# PC erkennt LAN-Kabel  nicht mehr



## Dg1989 (23. Juni 2017)

Hallo Leute,

ich benötige eure Hilfe, da ich echt verzweifle...

Ich habe heute Windows etc. auf einen Laptop installiert. Damit die Updates schneller geladen werden habe ich das LAN Kabel aus meinen Rechner gezogen und am Laptop angeschlossen. Als ich das Kabel zurück am PC angeschlossen hatte, erkannte er es nicht. Die Windows Netzwerkdiagnose sagt "Ein Netzwerkkabel ist nicht Ordnungsgemäß angeschlossen oder möglicherweise Fehlerhaft". Habe das Kabel schon zig mal neu angeschlossen und es passiert nichts. Am Laptop geht das Kabel aber...
Habe den LAN-Treiber schon neu installiert, Netzwerkadapter (Mainboard) de- und aktiviert, Fritzbox neu gestartet, der Geräte-Manger zeigt mir auch keinen Fehler an. Lt. BIOS ist der REALTEK LAN-Controller auch an.
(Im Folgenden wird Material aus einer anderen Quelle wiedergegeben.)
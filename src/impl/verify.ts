// Implementation check of a whole program: each spec output matched to the variable that
// implements it, its inputs matched to the program's, and the two functions compared on every
// input combination. Gaps and conflicts are judged at the safe value, as the spec's functions
// take them (`gapsFree` leaves gaps unjudged); don't-cares are reported beside, never differences.
import {
  checkImplementation,
  count,
  cubeContains,
  has,
  inputBit,
  intersect,
  LISTED,
  members,
  minus,
  sideSentence,
  signalIndex,
  SYMBOLIC_FROM_INPUTS,
  union,
  variable,
  wideContains,
  type BoolFunction,
  type Combination,
  type CounterexampleKind,
  type Expr,
  type Monomial,
  type SideSentence,
  type Signal,
  type WideCombination,
} from '../logic/index.js';
import { compareSymbolically, symbolicSpec, type SymbolicSpec } from './verify-wide.js';
import { mapVars, nodeCount, varsOf } from './expr-dag.js';
import { qualifiedAddress, type SpecTable } from '../table/index.js';
import type { NameMapping, NamePair } from './mapping.js';
import { LineError } from './line-error.js';
import { isPath, parsePath, pathKey, resolvePath } from './paths.js';
import type { CannotJudge, ImplOutput, ImplPou, ImplProgram, ImplVariable } from './types.js';

export type VerifyStatus = 'equal' | 'differs' | 'unchecked' | 'not-found';

/** A count: a number up to 24 inputs, BigInt over (a table of 64 inputs has 2^64 combinations). */
export type Count = number | bigint;

export interface CounterexampleRow {
  /** A number up to 24 inputs, BigInt over. */
  readonly combination: Combination | WideCombination;
  /** Spec input values, leftmost input first. */
  readonly inputs: readonly (0 | 1)[];
  readonly expected: 0 | 1;
  readonly actual: 0 | 1;
  /** Unsafe: the spec requires the safe value and the program gives the other; spurious trip: the other way. */
  readonly kind: CounterexampleKind;
  /** Where `expected` comes from: a spec row, or the safe value of a gap or a conflict. */
  readonly source: 'row' | 'gap' | 'conflict';
  /** The spec row that asks for `expected` here: its cells, and its cell for this output. */
  readonly specRow?: { readonly cells: string; readonly outputCell: string };
}

/** Combinations the spec leaves open, and what the implementation does with them. */
export interface OpenCombinations {
  readonly count: Count;
  /** Of them, how many the implementation turns ON. */
  readonly implementationOn: Count;
}

export interface OutputVerdict {
  /** "Sheet!A3:H13". */
  readonly table: string;
  readonly output: Signal;
  /** Header cell of the output, sheet-qualified. */
  readonly cell: string;
  readonly status: VerifyStatus;
  /** The implementing variable, "Pou.Variable", and the line of its last assignment. */
  readonly variable?: string;
  readonly line?: number;
  readonly combinations: Count;
  readonly mismatchCount: Count;
  /** Of the disagreements, over every combination judged: unsafe ones and spurious trips (they add up to `mismatchCount`). */
  readonly unsafeCount: Count;
  readonly spuriousTripCount: Count;
  /** The first 50 unsafe disagreements, then the first 50 spurious trips. */
  readonly counterexamples: readonly CounterexampleRow[];
  /** Each side in a sentence, from the minimal AND/OR form of its set (absent when the side is empty). */
  readonly unsafeWhen?: SideSentence;
  readonly spuriousTripWhen?: SideSentence;
  /** ANF monomials of spec XOR implementation, printed ("Jog AND Mode_setup"), first 50. */
  readonly differenceMonomials: readonly string[];
  readonly differenceMonomialCount: Count;
  readonly dontCare: OpenCombinations;
  /**
   * Gaps take the safe value in the spec; those where the implementation is not safe are
   * counted, and are differences unless `judged` is false (`gapsFree`).
   */
  readonly gaps: OpenCombinations & { readonly safe: 0 | 1; readonly unsafe: Count; readonly unsafeExamples: readonly (Combination | WideCombination)[]; readonly judged: boolean };
  /** Combinations the spec asks to be both 1 and 0. */
  readonly conflicted: Count;
  /** Why the output is unchecked or not found. */
  readonly reasons: readonly string[];
  readonly cannotJudge: readonly CannotJudge[];
  /**
   * Program values that are no input by their declaration (a member, an array element, a
   * block's output, a variable never written) taken as spec inputs because the mapping says
   * so: "tonSync.Q taken as the spec input Sync fault, by mapping (map.csv line 2)". Absent: none.
   */
  readonly byMapping?: readonly string[];
}

/** A mapping pair that cannot be used as written; the outputs it touches are unchecked. */
export interface MappingProblem {
  readonly code: 'mapping-unknown-signal' | 'mapping-unknown-variable' | 'mapping-shared-variable' | 'mapping-not-bool' | 'mapping-not-input';
  /** The mapping's cell or line: "map.csv line 3", "Map!B3". */
  readonly where: string;
  readonly message: string;
  /** Spec signals it concerns: every output of their tables is unchecked. */
  readonly signals: readonly string[];
  /** The program variable of a pair whose spec signal is unknown: outputs of POUs that read or write it are unchecked. */
  readonly program?: string;
}

export interface VerifyReport {
  readonly file: string;
  readonly mapping?: string;
  readonly outputs: readonly OutputVerdict[];
  /** Input headers per table ("Sheet!range" -> headers), for printing counterexamples. */
  readonly inputs: Readonly<Record<string, readonly Signal[]>>;
  /** Spec signals that no program variable implements or feeds. */
  readonly unmatchedSpec: readonly string[];
  /** Program inputs and outputs that match no spec signal. */
  readonly unmatchedProgram: readonly string[];
  /** The mapping's problems as text ("map.csv line 2: ..."), one per problem of `mappingProblems`. */
  readonly unusedMapping: readonly string[];
  readonly mappingProblems: readonly MappingProblem[];
  /** Everything in the program that a truth table cannot judge. */
  readonly cannotJudge: readonly CannotJudge[];
  readonly notes: readonly string[];
}
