/** Replace each reference by what `f` gives (constants and members stay). */
export function mapRefs(e: BExpr, f: (name: string) => BExpr): BExpr {
  switch (e.k) {
    case 'ref':
      return f(e.name);
    case 'not':
      return notE(mapRefs(e.a, f));
    case 'fcall':
      return { ...e, args: e.args.map((a) => mapRefs(a, f)) };
    case 'and':
    case 'or':
    case 'xor':
      return { k: e.k, args: e.args.map((a) => mapRefs(a, f)) };
    default:
      return e;
  }
}

export function refsOf(e: BExpr, into: Set<string> = new Set()): Set<string> {
  if (e.k === 'ref') into.add(e.name);
  else if (e.k === 'not') refsOf(e.a, into);
  else if (e.k === 'and' || e.k === 'or' || e.k === 'xor' || e.k === 'fcall') e.args.forEach((a) => refsOf(a, into));
  return into;
}

type Style = 'plain' | 'locals' | 'if' | 'case' | 'fb' | 'in-out' | 'action' | 'last-wins' | 'seal-in' | 'timer';

const STYLES: readonly [Style, number][] = [
  ['plain', 3],
  ['locals', 2],
  ['if', 3],
  ['case', 1],
  ['fb', 2],
  ['in-out', 2],
  ['action', 2],
  ['last-wins', 2],
  ['seal-in', 0.6],
  ['timer', 0.6],
];

function weighted<T>(rng: Prng, items: readonly [T, number][]): T {
  const total = items.reduce((s, [, w]) => s + w, 0);
  let r = rng.next() * total;
  for (const [item, w] of items) if ((r -= w) < 0) return item;
  return items[items.length - 1]![0];
}
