import type { DataSource } from "typeorm";
import { runAnalysis } from "../../modules/analyses/analysis.service.js";
import { storeDataset } from "../../modules/datasets/dataset.service.js";
import { Study } from "../../modules/studies/study.entity.js";
import { createStudy, lockPlan, saveDesign, savePlan } from "../../modules/studies/study.service.js";
import { User } from "../../modules/users/user.entity.js";
import { demoScenarios } from "./demo-data/scenarios.js";

/**
 * Seeds the three invented demo studies through the same services the API uses, each carried
 * from design to a stored analysis. Runs once: skipped when the demo analyst already has studies.
 */
export async function seedDemoStudies(ds: DataSource): Promise<void> {
  const analyst = await ds.getRepository(User).findOneBy({ email: "analyst@waymark.test" });
  if (!analyst) return;
  if (await ds.getRepository(Study).existsBy({ ownerId: analyst.id })) return;
  const actor = {
    user: {
      id: analyst.id,
      email: analyst.email,
      displayName: analyst.displayName,
      role: analyst.role,
      active: true,
    },
    ip: null,
  };
  for (const s of demoScenarios()) {
    const study = await createStudy(ds, actor, {
      title: s.title,
      objective: s.objective,
      outcomeName: s.outcomeName,
      outcomeUnit: s.outcomeUnit,
      factorName: s.factorName,
      levels: s.levels,
      controlLevel: s.controlLevel,
      context: s.context,
    });
    await saveDesign(ds, actor, study.id, s.design);
    await savePlan(ds, actor, study.id, { power: { effectF: s.effectF, targetPower: 0.8 } });
    await lockPlan(ds, actor, study.id);
    const bytes = Buffer.from(s.csv, "utf8");
    const [groupColumn, outcomeColumn] = s.csv
      .split("\n")[0]!
      .split(",")
      .map((h) => h.replace(/^"|"$/g, ""));
    const { dataset } = await storeDataset(
      ds,
      actor,
      study.id,
      { originalname: s.fileName, mimetype: "text/csv", buffer: bytes, size: bytes.length },
      { layout: "long", groupColumn, outcomeColumn },
    );
    await runAnalysis(ds, actor, study.id, { datasetId: dataset.id });
  }
}
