import { analyze } from "@waymark/stats";
import { describe, expect, it } from "vitest";
import { demoScenarios } from "./demo-data/scenarios.js";

function groupsOf(csv: string) {
  const map = new Map<string, string[]>();
  for (const line of csv.trim().split("\n").slice(1)) {
    const m = /^"((?:[^"]|"")*)",(.*)$/.exec(line)!;
    const name = m[1]!.replace(/""/g, '"');
    map.set(name, [...(map.get(name) ?? []), m[2]!]);
  }
  return [...map].map(([name, values]) => ({ name, values }));
}

describe("demo scenarios", () => {
  it.each(demoScenarios().map((s) => [s.title, s] as const))(
    "%s lands on the test it was built for",
    (_t, s) => {
      const r = analyze({
        groups: groupsOf(s.csv),
        options: {
          policy: "classic-first",
          scale: s.design.scale === "ordinal" ? "ordinal" : "continuous",
          question: s.design.question === "larger-values" ? "larger-values" : "means",
          plannedSizes: s.design.groupSizes === "equal" ? "equal" : "unequal",
          ...(s.design.comparisons === "vs-control" && s.controlLevel ? { control: s.controlLevel } : {}),
        },
      });
      expect(r.recommendation.test).toBe(s.expectedTest);
      expect(groupsOf(s.csv).map((g) => g.name)).toEqual(s.levels);
    },
  );

  it("is the same data on every run (seeded)", () => {
    expect(demoScenarios().map((s) => s.csv)).toEqual(demoScenarios().map((s) => s.csv));
  });
});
Was kann man noch probieren?

*EDIT*
Gerade als ich das Themas erstellt habe und aus dem Bios gegangen bin, ist der PC mit etwas Schwierigkeiten neu gestartet und erkennt wie durch ein Wunder wieder das Lan Kabel. Die LED-Leuchte am Netzwerkstecker ist nun auch wieder an. Hat sich also erledigt 

Schönes Wochenende


----------